Cocoa-dev mailing list (Cocoa-dev@lists.apple.com)

Please do not post admin requests or moderator comments to the list.
Contact the moderators at cocoa-dev-admins(at)lists.apple.com

Help/Unsubscribe/Update your Subscription:
http://lists.apple.com/mailman/options/cocoa-dev/archive%40mail-archive.com

This email sent to arch...@mail-archive.com


NewStyle Preferences

2010-06-20 Thread Jeremy Matthews
In my project I have some preferences in a tabview style, but I'd like to move 
towards a more mac-like interface for this (Safari, Mail)...probably using 
NSToolbar.

I've seen examples (usually pretty dated) that reference a few different styles:

1) Tabless NSTabView using a Toolbar with actions (selectTabViewItem:Blah)
2) Some third-party frameworks and code (BWToolkit - buggy, SS_PrefsController, 
DBPrefsWindowController, etc)
3) Private APIs from Apple (NSPrefernces)
4) Toolbar-only approach

I'd read through the archives...but see mostly older posts, so I'd like to see 
what people are doing these days...

I was wondering about the experiences out there...and any best practices 
recommendations. I see a lot of projects using the last method, and using code 
more than IB to put it together - love to know what people are using out there!

Thanks,
jeremy
___

Cocoa-dev mailing list (Cocoa-dev@lists.apple.com)
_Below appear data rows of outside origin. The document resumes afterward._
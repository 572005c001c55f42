"""The outgoing-wave table's fast interpolation against the straightforward one.

``OutgoingExpansion._interpolate`` forms every point's stencil once, then gathers the
table's rows in cache-sized chunks and sums them with real weights on the complex table
read as pairs of reals.  The straightforward form below (complex weights, every point in
one gather, the two products as written in the class docstring) is the reference: the
same sums term by term, so they agree to rounding (1e-12 of the largest value here), and
the keep-out distances of the scenarios whose search spends most of its time in the
table agree to the search's own bracket (RADIUS_TOLERANCE, relative).
"""

from __future__ import annotations

from pathlib import Path

import numpy as np
import pytest

from keepclear.antennas import moment
from keepclear.antennas.moment import OutgoingExpansion, _lagrange_stencil
from keepclear.fields.field import radiating_terms
from keepclear.fields.keepout import RADIUS_TOLERANCE, keepout_distances
from keepclear.fields.scenario import load_scenario

SCENARIOS = Path(__file__).resolve().parents[1] / "scenarios"


def _straightforward(self: OutgoingExpansion, rel: np.ndarray, s_m: np.ndarray) -> np.ndarray:
    """a(u, s) by the 4 x 4 Lagrange stencil and the Chebyshev sum, complex, all at once."""
    m, pad, p, q = self._m, self._pad, self.STENCIL, self._q
    norm = np.linalg.norm(rel, axis=1)
    theta = np.arccos(np.clip(rel[:, 2] / norm, -1.0, 1.0))
    phi = np.arctan2(rel[:, 1], rel[:, 0])
    h = 2.0 * np.pi / m
    i_t, w_t = _lagrange_stencil(theta / h, p)
    i_p, w_p = _lagrange_stencil(phi / h, p)
    rows = (i_t + pad)[:, :, None] * m + (i_p % m)[:, None, :]
    vals = self._grid[rows.reshape(-1)].reshape(-1, p * p, q, 6)
    w = (w_t[:, :, None] * w_p[:, None, :]).reshape(-1, p * p)
    a_l = np.einsum("nk,nkqc->nqc", w.astype(complex), vals)
    x = np.clip(2.0 * s_m / self._s_max - 1.0, -1.0, 1.0)
    cheb = np.cos(np.outer(np.arccos(x), np.arange(q)))
    return np.einsum("nq,nqc->nc", cheb.astype(complex), a_l)


@pytest.fixture(scope="module")
def table() -> OutgoingExpansion:
    scenario = load_scenario(SCENARIOS / "desk-box-source.toml")
    radiator = radiating_terms(scenario)[0].radiator
    table = radiator.expansion
    assert isinstance(table, moment.OutgoingExpansion) and table._grid is not None
    return table


def test_chunked_interpolation_equals_the_straightforward_sum(table):
    rng = np.random.default_rng(7)
    n = 2500  # several chunks and a remainder
    u = rng.normal(size=(n, 3))
    u /= np.linalg.norm(u, axis=1)[:, None]
    r = table.inner_radius_m * rng.uniform(1.0, 40.0, n)
    rel = u * r[:, None]
    s = 1.0 / r
    s[:5] = 0.0  # the far field is the table at s = 0
    fast = table._interpolate(rel, s)
    slow = _straightforward(table, rel, s)
    assert fast.shape == (n, 6)
    scale = np.max(np.abs(slow))
    assert np.max(np.abs(fast - slow)) < 1e-12 * scale


@pytest.mark.parametrize(
    "name", ["desk-box-source", "screened-waveguide-bench", "tabletop-box-room"]
)
def test_keepout_distances_unchanged_by_the_fast_table(name, monkeypatch):
    # far fewer rays than the command's 400 (the test's time): the same rays both ways
    fast = keepout_distances(load_scenario(SCENARIOS / f"{name}.toml"), n_directions=60)
    monkeypatch.setattr(OutgoingExpansion, "_interpolate", _straightforward)
    slow = keepout_distances(load_scenario(SCENARIOS / f"{name}.toml"), n_directions=60)
    assert [r.limit_id for r in fast] == [r.limit_id for r in slow]
    for a, b in zip(fast, slow, strict=True):
        assert a.distance_m > 0
        assert a.distance_m == pytest.approx(b.distance_m, rel=RADIUS_TOLERANCE)
        assert a.distance_with_uncertainty_m == pytest.approx(
            b.distance_with_uncertainty_m, rel=RADIUS_TOLERANCE
        )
Please do not post admin requests or moderator comments to the list.
Contact the moderators at cocoa-dev-admins(at)lists.apple.com

Help/Unsubscribe/Update your Subscription:
http://lists.apple.com/mailman/options/cocoa-dev/archive%40mail-archive.com

This email sent to arch...@mail-archive.com


Re: NewStyle Preferences

2010-06-20 Thread jonat...@mugginsoft.com
On 20 Jun 2010, at 22:53, Jeremy Matthews wrote:

> 
> 1) Tabless NSTabView using a Toolbar with actions (selectTabViewItem:Blah)
> 2) Some third-party frameworks and code (BWToolkit - buggy, 
> SS_PrefsController, DBPrefsWindowController, etc)
> 3) Private APIs from Apple (NSPrefernces)
> 4) Toolbar-only approach
> 
> I'd read through the archives...but see mostly older posts, so I'd like to 
> see what people are doing these days...
> 
DBPrefsWindowController

I haven't tried any of the other approaches but DBPrefsWindowController seems 
to handle the matter effectively.

Regards

Jonathan Mitchell

Developer
Mugginsoft LLP
http://www.mugginsoft.com


___

Cocoa-dev mailing list (Cocoa-dev@lists.apple.com)

Please do not post admin requests or moderator comments to the list.
Contact the moderators at cocoa-dev-admins(at)lists.apple.com

Help/Unsubscribe/Update your Subscription:
http://lists.apple.com/mailman/options/cocoa-dev/archive%40mail-archive.com

This email sent to arch...@mail-archive.com


Re: [Cocoa-students] NewStyle Preferences

2010-06-20 Thread Marc Respass
Jeremy,

I would go with a toolbar that swaps views.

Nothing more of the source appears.